[Start of Attachment]
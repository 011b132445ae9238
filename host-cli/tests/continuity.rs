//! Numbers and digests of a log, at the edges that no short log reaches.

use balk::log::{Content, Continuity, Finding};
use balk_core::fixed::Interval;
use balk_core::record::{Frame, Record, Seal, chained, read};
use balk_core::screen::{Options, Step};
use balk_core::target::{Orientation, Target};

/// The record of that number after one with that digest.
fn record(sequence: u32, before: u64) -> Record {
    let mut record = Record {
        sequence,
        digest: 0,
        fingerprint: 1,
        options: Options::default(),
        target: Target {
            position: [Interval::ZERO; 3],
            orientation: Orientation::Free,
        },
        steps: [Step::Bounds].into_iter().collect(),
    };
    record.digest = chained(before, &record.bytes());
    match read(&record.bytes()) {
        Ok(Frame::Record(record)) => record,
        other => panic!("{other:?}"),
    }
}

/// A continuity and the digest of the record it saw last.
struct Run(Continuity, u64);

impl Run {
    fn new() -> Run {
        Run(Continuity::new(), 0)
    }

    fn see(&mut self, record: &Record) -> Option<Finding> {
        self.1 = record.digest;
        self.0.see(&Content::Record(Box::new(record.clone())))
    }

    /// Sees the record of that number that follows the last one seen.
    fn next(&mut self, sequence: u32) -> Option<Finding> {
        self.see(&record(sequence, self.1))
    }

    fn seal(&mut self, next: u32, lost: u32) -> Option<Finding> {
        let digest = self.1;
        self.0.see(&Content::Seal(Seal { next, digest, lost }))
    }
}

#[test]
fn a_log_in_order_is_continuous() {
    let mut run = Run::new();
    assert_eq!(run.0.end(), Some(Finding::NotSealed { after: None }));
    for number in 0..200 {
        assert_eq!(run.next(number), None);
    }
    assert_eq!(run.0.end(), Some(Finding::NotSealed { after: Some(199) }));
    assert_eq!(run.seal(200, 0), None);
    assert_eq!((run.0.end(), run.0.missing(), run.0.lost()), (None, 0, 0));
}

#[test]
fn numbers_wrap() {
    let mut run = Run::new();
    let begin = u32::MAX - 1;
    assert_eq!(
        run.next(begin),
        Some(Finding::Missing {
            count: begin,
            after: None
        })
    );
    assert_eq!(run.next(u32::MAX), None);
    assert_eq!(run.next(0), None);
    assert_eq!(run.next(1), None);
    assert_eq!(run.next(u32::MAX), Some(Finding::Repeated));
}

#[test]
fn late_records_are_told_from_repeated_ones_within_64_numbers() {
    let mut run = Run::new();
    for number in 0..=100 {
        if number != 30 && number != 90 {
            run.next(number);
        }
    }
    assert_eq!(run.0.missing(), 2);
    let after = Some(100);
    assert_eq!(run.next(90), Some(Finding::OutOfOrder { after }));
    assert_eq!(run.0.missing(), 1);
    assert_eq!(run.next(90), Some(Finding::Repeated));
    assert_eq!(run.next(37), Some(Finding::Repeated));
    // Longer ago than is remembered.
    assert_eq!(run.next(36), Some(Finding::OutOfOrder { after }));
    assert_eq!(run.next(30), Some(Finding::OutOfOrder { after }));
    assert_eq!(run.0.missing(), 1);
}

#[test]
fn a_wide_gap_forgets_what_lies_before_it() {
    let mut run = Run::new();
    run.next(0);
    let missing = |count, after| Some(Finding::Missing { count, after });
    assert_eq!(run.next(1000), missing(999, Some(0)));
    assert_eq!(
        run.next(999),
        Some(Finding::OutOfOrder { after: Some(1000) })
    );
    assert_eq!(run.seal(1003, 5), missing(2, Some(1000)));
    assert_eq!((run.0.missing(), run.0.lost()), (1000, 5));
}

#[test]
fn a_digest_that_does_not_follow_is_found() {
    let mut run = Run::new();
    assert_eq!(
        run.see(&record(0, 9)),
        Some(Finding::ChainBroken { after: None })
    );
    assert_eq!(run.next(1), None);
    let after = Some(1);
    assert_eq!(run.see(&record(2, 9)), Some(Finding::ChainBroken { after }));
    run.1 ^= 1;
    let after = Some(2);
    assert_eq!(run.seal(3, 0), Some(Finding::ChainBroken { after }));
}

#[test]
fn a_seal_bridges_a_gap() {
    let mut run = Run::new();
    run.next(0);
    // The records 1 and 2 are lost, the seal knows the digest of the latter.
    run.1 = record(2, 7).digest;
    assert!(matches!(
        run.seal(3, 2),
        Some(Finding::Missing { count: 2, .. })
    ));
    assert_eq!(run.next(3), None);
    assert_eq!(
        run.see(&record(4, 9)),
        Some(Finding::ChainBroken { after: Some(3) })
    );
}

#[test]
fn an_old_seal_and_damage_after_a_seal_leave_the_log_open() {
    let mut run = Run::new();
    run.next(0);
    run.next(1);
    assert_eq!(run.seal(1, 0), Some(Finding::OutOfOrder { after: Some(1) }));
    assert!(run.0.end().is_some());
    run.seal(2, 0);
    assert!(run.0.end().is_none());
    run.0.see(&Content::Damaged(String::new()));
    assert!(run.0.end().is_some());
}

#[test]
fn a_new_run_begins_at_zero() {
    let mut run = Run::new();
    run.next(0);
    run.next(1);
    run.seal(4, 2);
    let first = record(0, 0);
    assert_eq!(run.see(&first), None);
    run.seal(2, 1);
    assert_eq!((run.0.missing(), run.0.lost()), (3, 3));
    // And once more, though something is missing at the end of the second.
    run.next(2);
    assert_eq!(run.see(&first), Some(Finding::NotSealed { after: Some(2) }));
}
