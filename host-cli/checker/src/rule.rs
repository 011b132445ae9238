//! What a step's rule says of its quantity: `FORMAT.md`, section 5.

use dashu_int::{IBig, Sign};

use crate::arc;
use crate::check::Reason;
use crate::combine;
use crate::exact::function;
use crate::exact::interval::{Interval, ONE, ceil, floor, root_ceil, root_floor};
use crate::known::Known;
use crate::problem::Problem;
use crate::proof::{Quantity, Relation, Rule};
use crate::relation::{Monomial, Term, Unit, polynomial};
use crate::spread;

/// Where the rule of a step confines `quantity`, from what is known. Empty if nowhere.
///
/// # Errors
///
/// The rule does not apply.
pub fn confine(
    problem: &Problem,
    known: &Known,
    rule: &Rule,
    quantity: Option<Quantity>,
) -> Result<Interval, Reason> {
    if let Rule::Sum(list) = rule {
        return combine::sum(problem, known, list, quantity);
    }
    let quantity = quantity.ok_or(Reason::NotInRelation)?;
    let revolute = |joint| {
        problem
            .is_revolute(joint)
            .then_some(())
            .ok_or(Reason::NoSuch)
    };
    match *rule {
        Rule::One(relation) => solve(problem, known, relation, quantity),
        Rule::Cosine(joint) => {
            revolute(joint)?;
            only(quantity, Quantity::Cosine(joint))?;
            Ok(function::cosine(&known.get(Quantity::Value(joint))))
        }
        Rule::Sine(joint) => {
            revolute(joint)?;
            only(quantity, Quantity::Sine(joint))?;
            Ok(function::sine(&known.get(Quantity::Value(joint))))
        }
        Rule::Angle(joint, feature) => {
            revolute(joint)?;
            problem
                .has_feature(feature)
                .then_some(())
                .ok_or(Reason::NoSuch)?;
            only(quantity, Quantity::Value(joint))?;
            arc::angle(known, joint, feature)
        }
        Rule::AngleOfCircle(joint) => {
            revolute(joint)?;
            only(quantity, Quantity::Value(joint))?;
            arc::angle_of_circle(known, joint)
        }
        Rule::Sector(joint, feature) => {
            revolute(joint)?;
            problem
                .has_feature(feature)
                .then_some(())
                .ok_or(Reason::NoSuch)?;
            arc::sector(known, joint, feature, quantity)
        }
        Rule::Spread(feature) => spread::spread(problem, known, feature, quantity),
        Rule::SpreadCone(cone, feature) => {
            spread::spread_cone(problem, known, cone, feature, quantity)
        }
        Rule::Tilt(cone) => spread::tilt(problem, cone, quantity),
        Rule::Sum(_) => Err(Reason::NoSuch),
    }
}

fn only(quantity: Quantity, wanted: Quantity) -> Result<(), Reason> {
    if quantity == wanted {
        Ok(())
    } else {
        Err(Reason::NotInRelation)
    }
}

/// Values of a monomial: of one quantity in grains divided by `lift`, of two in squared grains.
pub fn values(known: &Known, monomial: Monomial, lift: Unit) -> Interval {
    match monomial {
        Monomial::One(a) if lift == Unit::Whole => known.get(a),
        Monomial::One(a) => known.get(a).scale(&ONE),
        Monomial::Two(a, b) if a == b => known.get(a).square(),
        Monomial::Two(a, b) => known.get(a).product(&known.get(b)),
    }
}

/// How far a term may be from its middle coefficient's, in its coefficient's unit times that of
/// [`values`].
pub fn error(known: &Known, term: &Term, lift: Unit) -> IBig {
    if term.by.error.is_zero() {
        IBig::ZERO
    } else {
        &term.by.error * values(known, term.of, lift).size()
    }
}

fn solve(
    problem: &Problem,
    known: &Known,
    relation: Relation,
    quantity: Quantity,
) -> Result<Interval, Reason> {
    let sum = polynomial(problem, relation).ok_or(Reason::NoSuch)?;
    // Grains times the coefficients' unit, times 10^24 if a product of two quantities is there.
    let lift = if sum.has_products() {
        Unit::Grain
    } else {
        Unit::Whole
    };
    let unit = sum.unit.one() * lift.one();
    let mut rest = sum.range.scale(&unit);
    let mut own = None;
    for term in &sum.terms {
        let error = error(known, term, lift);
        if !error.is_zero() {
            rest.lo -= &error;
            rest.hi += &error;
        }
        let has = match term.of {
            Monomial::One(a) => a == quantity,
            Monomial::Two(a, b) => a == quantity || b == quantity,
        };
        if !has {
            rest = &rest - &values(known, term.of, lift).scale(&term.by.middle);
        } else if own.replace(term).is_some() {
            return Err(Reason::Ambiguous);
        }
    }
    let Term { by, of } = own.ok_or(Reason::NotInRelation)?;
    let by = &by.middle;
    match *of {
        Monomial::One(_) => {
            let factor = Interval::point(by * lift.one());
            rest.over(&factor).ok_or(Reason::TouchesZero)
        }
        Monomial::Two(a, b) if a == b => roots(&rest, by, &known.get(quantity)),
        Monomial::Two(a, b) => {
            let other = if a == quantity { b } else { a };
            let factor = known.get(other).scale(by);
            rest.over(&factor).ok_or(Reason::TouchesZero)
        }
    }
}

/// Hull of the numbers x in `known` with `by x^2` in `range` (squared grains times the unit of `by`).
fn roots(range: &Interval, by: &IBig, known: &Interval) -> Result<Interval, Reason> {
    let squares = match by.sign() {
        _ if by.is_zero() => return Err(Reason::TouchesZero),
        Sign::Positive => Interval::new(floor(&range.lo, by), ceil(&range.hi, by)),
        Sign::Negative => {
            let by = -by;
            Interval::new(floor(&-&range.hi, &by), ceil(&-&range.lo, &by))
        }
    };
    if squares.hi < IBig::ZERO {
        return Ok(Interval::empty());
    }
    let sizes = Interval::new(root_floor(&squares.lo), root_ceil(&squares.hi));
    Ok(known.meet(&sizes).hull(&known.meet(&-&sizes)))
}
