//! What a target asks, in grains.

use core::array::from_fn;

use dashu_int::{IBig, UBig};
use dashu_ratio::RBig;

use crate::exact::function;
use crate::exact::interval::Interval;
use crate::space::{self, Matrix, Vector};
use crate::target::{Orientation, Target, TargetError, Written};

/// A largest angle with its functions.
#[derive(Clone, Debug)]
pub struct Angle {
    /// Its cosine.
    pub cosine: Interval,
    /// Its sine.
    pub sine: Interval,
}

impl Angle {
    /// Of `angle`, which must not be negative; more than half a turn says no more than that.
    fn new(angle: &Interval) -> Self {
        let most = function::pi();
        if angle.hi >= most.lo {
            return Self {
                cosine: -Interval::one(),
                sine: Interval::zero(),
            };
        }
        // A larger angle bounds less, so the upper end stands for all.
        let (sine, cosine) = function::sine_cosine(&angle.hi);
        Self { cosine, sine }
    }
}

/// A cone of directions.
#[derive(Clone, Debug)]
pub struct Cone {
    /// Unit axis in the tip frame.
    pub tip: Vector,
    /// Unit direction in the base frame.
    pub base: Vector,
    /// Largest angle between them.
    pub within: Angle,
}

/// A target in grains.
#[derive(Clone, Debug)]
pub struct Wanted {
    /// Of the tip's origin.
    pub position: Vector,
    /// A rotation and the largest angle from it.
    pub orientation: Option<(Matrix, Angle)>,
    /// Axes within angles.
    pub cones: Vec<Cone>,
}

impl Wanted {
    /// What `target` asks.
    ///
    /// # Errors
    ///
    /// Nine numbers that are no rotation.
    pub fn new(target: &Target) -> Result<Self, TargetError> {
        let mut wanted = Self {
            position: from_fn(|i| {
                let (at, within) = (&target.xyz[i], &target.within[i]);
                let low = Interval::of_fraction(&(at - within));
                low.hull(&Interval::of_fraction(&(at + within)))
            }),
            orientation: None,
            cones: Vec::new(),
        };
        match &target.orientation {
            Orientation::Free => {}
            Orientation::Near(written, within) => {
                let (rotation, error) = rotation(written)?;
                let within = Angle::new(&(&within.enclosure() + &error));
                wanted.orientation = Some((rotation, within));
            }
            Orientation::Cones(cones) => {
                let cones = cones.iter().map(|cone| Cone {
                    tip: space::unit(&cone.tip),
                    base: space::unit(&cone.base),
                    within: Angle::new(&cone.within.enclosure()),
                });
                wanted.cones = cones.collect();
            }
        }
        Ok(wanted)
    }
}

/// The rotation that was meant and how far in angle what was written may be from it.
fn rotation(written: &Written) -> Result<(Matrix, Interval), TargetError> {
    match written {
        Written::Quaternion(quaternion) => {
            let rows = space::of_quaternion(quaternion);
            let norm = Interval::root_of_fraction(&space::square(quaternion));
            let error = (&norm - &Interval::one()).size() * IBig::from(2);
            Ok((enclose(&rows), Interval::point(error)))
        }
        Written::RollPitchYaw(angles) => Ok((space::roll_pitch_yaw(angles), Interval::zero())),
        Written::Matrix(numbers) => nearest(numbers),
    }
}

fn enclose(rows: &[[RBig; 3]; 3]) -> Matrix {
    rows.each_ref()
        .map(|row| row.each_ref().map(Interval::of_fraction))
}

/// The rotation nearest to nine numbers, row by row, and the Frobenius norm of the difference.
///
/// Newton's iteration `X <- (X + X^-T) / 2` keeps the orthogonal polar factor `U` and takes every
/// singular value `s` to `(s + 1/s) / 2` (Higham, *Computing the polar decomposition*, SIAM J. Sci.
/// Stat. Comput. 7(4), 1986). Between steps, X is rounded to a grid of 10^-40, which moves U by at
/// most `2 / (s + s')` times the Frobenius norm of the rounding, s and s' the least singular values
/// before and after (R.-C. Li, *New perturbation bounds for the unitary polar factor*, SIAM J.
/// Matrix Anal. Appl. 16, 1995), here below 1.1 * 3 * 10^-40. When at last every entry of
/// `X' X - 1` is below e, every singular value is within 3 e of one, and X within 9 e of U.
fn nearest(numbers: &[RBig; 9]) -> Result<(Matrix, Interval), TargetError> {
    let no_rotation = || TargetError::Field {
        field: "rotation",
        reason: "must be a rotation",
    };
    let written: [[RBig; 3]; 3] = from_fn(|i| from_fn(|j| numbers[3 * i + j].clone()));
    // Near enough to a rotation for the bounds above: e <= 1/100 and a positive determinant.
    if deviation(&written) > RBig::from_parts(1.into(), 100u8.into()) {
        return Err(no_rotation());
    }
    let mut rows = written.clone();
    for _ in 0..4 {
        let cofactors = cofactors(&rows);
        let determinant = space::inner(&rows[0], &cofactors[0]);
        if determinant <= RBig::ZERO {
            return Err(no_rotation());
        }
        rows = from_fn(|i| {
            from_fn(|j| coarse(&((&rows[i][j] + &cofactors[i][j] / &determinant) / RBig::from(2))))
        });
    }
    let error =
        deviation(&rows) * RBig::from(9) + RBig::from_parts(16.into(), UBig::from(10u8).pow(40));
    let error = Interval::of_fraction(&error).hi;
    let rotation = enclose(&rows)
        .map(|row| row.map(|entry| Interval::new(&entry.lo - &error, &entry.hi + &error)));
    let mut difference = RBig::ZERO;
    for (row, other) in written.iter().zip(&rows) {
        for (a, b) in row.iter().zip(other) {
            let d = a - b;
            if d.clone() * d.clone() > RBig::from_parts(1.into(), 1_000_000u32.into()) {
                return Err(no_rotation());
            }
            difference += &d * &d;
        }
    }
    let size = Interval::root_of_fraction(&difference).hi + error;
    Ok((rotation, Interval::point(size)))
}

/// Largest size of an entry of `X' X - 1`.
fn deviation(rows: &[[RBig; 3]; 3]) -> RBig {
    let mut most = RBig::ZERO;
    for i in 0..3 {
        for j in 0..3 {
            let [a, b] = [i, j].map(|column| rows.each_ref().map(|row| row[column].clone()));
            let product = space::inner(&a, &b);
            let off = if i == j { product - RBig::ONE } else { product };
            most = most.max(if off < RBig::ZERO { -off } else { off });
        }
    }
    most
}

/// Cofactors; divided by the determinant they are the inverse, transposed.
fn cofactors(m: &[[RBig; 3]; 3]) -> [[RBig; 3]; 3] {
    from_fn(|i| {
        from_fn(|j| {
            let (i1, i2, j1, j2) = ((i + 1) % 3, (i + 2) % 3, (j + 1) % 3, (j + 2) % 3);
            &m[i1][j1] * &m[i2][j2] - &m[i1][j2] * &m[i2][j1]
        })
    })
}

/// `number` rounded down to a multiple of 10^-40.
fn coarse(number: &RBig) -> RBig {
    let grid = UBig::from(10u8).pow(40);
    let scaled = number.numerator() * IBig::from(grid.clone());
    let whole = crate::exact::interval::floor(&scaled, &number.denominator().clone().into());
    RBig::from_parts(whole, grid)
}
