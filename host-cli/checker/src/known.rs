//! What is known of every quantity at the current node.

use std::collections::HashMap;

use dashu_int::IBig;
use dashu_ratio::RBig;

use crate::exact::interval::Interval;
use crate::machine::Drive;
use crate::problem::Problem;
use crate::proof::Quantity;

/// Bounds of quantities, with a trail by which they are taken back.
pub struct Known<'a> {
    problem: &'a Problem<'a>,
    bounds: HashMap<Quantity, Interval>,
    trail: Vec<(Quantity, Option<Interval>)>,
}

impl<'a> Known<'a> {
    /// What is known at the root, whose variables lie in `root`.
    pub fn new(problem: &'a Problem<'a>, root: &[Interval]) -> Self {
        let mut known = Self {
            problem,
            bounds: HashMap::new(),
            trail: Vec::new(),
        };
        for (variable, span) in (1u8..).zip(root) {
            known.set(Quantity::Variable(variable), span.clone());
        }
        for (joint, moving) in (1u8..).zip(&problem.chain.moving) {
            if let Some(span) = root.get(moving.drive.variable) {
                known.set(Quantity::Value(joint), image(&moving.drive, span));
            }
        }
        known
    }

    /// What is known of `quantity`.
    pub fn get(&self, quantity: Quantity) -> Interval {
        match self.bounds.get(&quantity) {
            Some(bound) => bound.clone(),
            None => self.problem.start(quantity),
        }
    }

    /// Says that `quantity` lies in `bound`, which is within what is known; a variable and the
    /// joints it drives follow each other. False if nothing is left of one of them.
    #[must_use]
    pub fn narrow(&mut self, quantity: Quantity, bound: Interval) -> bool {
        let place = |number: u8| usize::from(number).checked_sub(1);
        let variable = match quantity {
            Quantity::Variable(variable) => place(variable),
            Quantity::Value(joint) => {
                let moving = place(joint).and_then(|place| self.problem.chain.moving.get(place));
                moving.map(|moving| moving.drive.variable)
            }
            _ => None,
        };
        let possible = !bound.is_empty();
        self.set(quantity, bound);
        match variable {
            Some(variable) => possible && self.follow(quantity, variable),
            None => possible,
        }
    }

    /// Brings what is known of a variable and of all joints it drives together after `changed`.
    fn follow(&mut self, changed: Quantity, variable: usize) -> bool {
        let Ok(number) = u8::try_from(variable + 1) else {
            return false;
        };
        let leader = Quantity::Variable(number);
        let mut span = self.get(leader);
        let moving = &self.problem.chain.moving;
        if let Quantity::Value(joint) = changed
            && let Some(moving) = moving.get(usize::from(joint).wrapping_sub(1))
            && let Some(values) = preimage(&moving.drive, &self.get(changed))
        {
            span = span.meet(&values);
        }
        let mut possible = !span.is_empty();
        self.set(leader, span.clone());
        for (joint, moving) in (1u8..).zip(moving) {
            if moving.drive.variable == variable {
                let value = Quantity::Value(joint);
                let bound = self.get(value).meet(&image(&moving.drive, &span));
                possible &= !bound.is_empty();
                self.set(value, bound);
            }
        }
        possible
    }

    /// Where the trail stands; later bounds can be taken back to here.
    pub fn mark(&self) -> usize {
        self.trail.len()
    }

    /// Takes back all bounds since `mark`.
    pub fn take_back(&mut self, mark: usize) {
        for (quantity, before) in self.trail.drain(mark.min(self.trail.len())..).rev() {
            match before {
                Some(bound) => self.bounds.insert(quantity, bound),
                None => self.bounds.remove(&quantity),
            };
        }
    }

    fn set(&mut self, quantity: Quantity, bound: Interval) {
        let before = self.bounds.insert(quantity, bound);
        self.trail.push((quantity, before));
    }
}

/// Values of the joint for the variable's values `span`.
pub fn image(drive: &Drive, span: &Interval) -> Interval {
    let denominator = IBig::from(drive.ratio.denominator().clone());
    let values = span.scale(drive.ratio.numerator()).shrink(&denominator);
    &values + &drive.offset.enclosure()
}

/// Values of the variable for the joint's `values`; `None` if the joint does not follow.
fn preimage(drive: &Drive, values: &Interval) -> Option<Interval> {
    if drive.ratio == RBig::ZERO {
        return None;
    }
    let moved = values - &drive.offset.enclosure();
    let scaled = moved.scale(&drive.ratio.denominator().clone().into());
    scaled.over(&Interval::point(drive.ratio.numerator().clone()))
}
[End of Attachment]
• [EXERCISE]
Using the data above, repeat exactly the lines that begin at the line with "pub struct Known<'a>" and end at the line with "is known at", both ends included.

• [EXPECTED ANSWER]
pub struct Known<'a> {
    problem: &'a Problem<'a>,
    bounds: HashMap<Quantity, Interval>,
    trail: Vec<(Quantity, Option<Interval>)>,
}

impl<'a> Known<'a> {
    /// What is known at the root, whose variables lie in `root`.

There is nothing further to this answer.